Work order >> Counting every line in the entries below where the word "leaves" occurs, report how many there are. Give only that number.

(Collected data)
-- Opening Marker --

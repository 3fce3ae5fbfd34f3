package holonomy

import (
	"fmt"
	"math"
	"math/cmplx"
	"math/rand/v2"
	"testing"
)

// dynEmbed returns the n×n unitary acting as g on the levels comp and as
// the identity on the others.
func dynEmbed(n int, comp []int, g *Mat) *Mat {
	u := Identity(n)
	for a, i := range comp {
		for b, j := range comp {
			u.Set(i, j, g.At(a, b))
		}
	}
	return u
}

// nielsenFidelity evaluates Nielsen's formula for the average fidelity of
// the unitary channel ρ ↦ UρU† against the target V (Nielsen, Phys. Lett. A
// 303, 249 (2002)):
//
//	F̄ = [Σ_j Tr(V U_j† V† 𝓔(U_j)) + d²] / (d²(d+1)),
//
// with {U_j} a unitary operator basis, Tr(U_j†U_k) = d δ_jk. The basis used
// is the Weyl (clock and shift) basis X^a Z^b, which for d = 2 is the Pauli
// basis up to phases.
func nielsenFidelity(u, v *Mat) float64 {
	d := u.R
	omega := cmplx.Exp(complex(0, 2*math.Pi/float64(d)))
	var sum complex128
	for a := 0; a < d; a++ {
		for b := 0; b < d; b++ {
			w := NewMat(d, d) // X^a Z^b: |k⟩ ↦ ω^{bk}|k+a⟩
			for k := 0; k < d; k++ {
				w.Set((k+a)%d, k, cmplx.Pow(omega, complex(float64(b*k), 0)))
			}
			e := dynNaiveMul(dynNaiveMul(u, w), dynAdjoint(u))                             // 𝓔(U_j)
			x := dynNaiveMul(dynNaiveMul(dynNaiveMul(v, dynAdjoint(w)), dynAdjoint(v)), e) // V U_j† V† 𝓔(U_j)
			sum += Trace(x)
		}
	}
	fd := float64(d)
	return (real(sum) + fd*fd) / (fd * fd * (fd + 1))
}

// TestGateFidelityNielsen: for unitary gates on the computational subspace
// GateFidelity equals Nielsen's operator-basis formula, for d = 2, 3, 4,
// random gates and targets, embedded in larger level schemes.
func TestGateFidelityNielsen(t *testing.T) {
	rng := rand.New(rand.NewPCG(51, 52))
	for _, d := range []int{2, 3, 4} {
		for rep := 0; rep < 10; rep++ {
			u := dynRandUnitary(rng, d)
			v := dynRandUnitary(rng, d)
			if rep == 0 {
				v = u.Clone() // perfect gate
			}
			want := nielsenFidelity(u, v)
			comp := []int{1, 3, 4, 0}[:d]
			full := dynEmbed(6, comp, u)
			// A global phase must not matter.
			for i := range full.Data {
				full.Data[i] *= cmplx.Exp(0.7i)
			}
			fid, leak := GateFidelity(full, comp, v)
			if math.Abs(fid-want) > 1e-13 || math.Abs(leak) > 1e-13 {
				t.Errorf("d=%d rep %d: F = %.15f leak %g, Nielsen %.15f", d, rep, fid, leak, want)
			}
			if rep == 0 && math.Abs(fid-1) > 1e-13 {
				t.Errorf("d=%d: perfect gate has F = %.15f", d, fid)
			}
		}
	}
}

// designStates returns a complex projective 2-design on C^d: for d = 2 the
// six Pauli eigenstates, for prime d the d(d+1) states of a complete set of
// mutually unbiased bases (standard basis and (1/√d)Σ_k ω^{ak²+bk}|k⟩),
// which form a 2-design (Klappenecker and Rötteler, Proc. IEEE ISIT 2005,
// p. 1740 (from memory)). Averages of |⟨ψ|M|ψ⟩|² over them equal the Haar
// average over pure states.
func designStates(d int) [][]complex128 {
	var out [][]complex128
	for k := 0; k < d; k++ {
		s := make([]complex128, d)
		s[k] = 1
		out = append(out, s)
	}
	omega := 2 * math.Pi / float64(d)
	for a := 0; a < d; a++ {
		for b := 0; b < d; b++ {
			s := make([]complex128, d)
			for k := 0; k < d; k++ {
				if d == 2 {
					// (|0⟩ + i^a (−1)^b |1⟩)/√2: the X (a = 0) and Y (a = 1) bases.
					s[k] = cmplx.Pow(1i, complex(float64(a*k), 0)) * complex(math.Pow(-1, float64(b*k))/math.Sqrt2, 0)
					continue
				}
				s[k] = cmplx.Exp(complex(0, omega*float64(a*k*k+b*k))) / complex(math.Sqrt(float64(d)), 0)
			}
			out = append(out, s)
		}
	}
	return out
}

// TestGateFidelityLeakyDesign: with leakage, F = ∫dψ |⟨ψ|M|ψ⟩|² over pure
// computational states, M = P U_target† U P (Pedersen, Møller and Mølmer,
// Phys. Lett. A 367, 47 (2007)); the integral is evaluated exactly
// as the average over a state 2-design. Random unitaries on 5 levels mix the
// computational levels with the rest.
func TestGateFidelityLeakyDesign(t *testing.T) {
	rng := rand.New(rand.NewPCG(53, 54))
	for _, d := range []int{2, 3} {
		states := designStates(d)
		if d == 2 && len(states) != 6 || d == 3 && len(states) != 12 {
			t.Fatalf("d=%d: %d design states", d, len(states))
		}
		for rep := 0; rep < 10; rep++ {
			u := dynRandUnitary(rng, 5)
			target := dynRandUnitary(rng, d)
			comp := []int{0, 2, 4}[:d]
			if rep%3 == 0 { // mostly inside the subspace: a small leak
				u = dynEmbed(5, comp, target)
				p := NewPropagator(5)
				p.Step(u, dynRandHermitian(rng, 5, 0.1), 1)
			}
			var avg, norm float64
			for _, psi := range states {
				// ⟨ψ|T† B|ψ⟩ with B the computational block of u.
				var amp complex128
				for a := 0; a < d; a++ {
					for b := 0; b < d; b++ {
						var tb complex128 // (T†B)_ab
						for c := 0; c < d; c++ {
							tb += cmplx.Conj(target.At(c, a)) * u.At(comp[c], comp[b])
						}
						amp += cmplx.Conj(psi[a]) * tb * psi[b]
					}
				}
				avg += dynSqAbs(amp)
			}
			avg /= float64(len(states))
			for a := 0; a < d; a++ {
				for b := 0; b < d; b++ {
					norm += dynSqAbs(u.At(comp[a], comp[b]))
				}
			}
			fid, leak := GateFidelity(u, comp, target)
			if math.Abs(fid-avg) > 1e-13 {
				t.Errorf("d=%d rep %d: F = %.15f, 2-design average %.15f", d, rep, fid, avg)
			}
			if math.Abs(leak-(1-norm/float64(d))) > 1e-13 || leak < -1e-15 {
				t.Errorf("d=%d rep %d: leak %g", d, rep, leak)
			}
		}
	}
}

// TestGateFidelityWorked: worked examples. A swap of computational level 1
// with a non-computational level leaves B = diag(1, 0): Tr(B†B) = 1,
// |Tr M|² = 1, so F = (1 + 1)/6 = 1/3 and leakage 1/2. An X gate measured
// against the identity: Tr M = 0, F = 2/6 = 1/3, no leakage.
func TestGateFidelityWorked(t *testing.T) {
	swap := NewMat(3, 3)
	swap.Set(0, 0, 1)
	swap.Set(1, 2, 1)
	swap.Set(2, 1, 1)
	fid, leak := GateFidelity(swap, []int{0, 1}, Identity(2))
	if math.Abs(fid-1.0/3) > 1e-15 || math.Abs(leak-0.5) > 1e-15 {
		t.Errorf("swap out: F = %g, leak %g; want 1/3, 1/2", fid, leak)
	}
	x := NewMatFrom(2, 2, []complex128{0, 1, 1, 0})
	fid, leak = GateFidelity(x, []int{0, 1}, Identity(2))
	if math.Abs(fid-1.0/3) > 1e-15 || leak != 0 {
		t.Errorf("X vs identity: F = %g, leak %g; want 1/3, 0", fid, leak)
	}
	if a := testing.AllocsPerRun(10, func() { GateFidelity(x, []int{0, 1}, x) }); a != 0 {
		t.Errorf("GateFidelity allocates %v", a)
	}
}

func ExampleGateFidelity() {
	// A perfect X gate, then an X gate that leaves 10% of the population of
	// each qubit level in an auxiliary level a (levels: 0, 1, a).
	x := NewMatFrom(2, 2, []complex128{0, 1, 1, 0})
	fid, leak := GateFidelity(NewMatFrom(2, 2, []complex128{0, 1, 1, 0}), []int{0, 1}, x)
	fmt.Printf("perfect: F = %.4f, leakage = %.4f\n", fid, leak)
	c, s := complex(math.Sqrt(0.9), 0), complex(math.Sqrt(0.1), 0)
	u := NewMatFrom(3, 3, []complex128{
		0, c, s,
		c, 0, s,
		s, s, 0,
	})
	fid, leak = GateFidelity(u, []int{0, 1}, x)
	fmt.Printf("leaky:   F = %.4f, leakage = %.4f\n", fid, leak)
	// Output:
	// perfect: F = 1.0000, leakage = 0.0000
	// leaky:   F = 0.9000, leakage = 0.1000
}
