package holonomy

import (
	"math"
	"math/rand/v2"
	"testing"
)

// randJumps returns decay rates and jumps in which every level k returns
// a random part (or, when closed, all) of its decay to other levels.
func randJumps(rng *rand.Rand, n int, closed bool) ([]float64, []Jump) {
	decay := dynRandRates(rng, n, 1)
	var jumps []Jump
	for k := 0; k < n; k++ {
		var fr []float64
		var sum float64
		for m := 0; m < n; m++ {
			f := 0.0
			if m != k {
				f = rng.Float64()
			}
			fr = append(fr, f)
			sum += f
		}
		scale := 1 / sum
		if !closed {
			scale *= rng.Float64()
		}
		for m, f := range fr {
			if m != k && f > 0 {
				jumps = append(jumps, Jump{From: k, To: m, Rate: decay[k] * f * scale})
			}
		}
	}
	return decay, jumps
}

// With jumps, Step still equals exp(𝓛dt) of the explicit generator (the
// recycling term r ρ_kk|m⟩⟨m| of each collapse operator √r|m⟩⟨k|), and when
// every level's jumps add up to its decay the trace is preserved and ρ stays
// Hermitian and positive on the diagonal (a Lindblad form).
func TestLindbladJumps(t *testing.T) {
	rng := rand.New(rand.NewPCG(71, 72))
	for _, n := range []int{2, 3, 4} {
		for _, closed := range []bool{false, true} {
			for _, scale := range []float64{0.05, 2, 30} {
				h := dynRandHermitian(rng, n, 1)
				decay, jumps := randJumps(rng, n, closed)
				l := NewLindblad(n, decay, dynRandRates(rng, n, 1))
				l.Jumps = jumps
				N := n * n
				gen := NewMat(N, N)
				l.Generator(gen, h)
				dt := scale / norm1Cols(gen.Data, N)
				for i := range gen.Data {
					gen.Data[i] *= complex(dt, 0)
				}
				e := NewMat(N, N)
				Expm(e, gen)
				rho := dynRandDensity(rng, n)
				want := NewMat(N, 1)
				Mul(want, e, &Mat{R: N, C: 1, Data: rho.Data})
				l.Step(rho, h, dt)
				if d := FrobeniusDist(&Mat{R: N, C: 1, Data: rho.Data}, want); d > 1e-13*math.Max(1, scale) {
					t.Errorf("n=%d closed=%v ‖𝓛dt‖≈%g: Step differs from exp(𝓛dt) by %g", n, closed, scale, d)
				}
				tr := real(Trace(rho))
				if closed && math.Abs(tr-1) > 1e-13 {
					t.Errorf("n=%d closed: trace %.16g after a step", n, tr)
				}
				if !closed && tr > 1+1e-13 {
					t.Errorf("n=%d open: trace grew to %.16g", n, tr)
				}
				for k := 0; k < n; k++ {
					if real(rho.At(k, k)) < -1e-15 {
						t.Errorf("n=%d: negative population %g", n, real(rho.At(k, k)))
					}
				}
			}
		}
	}
}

-- Closing Marker --

Task solution >> 2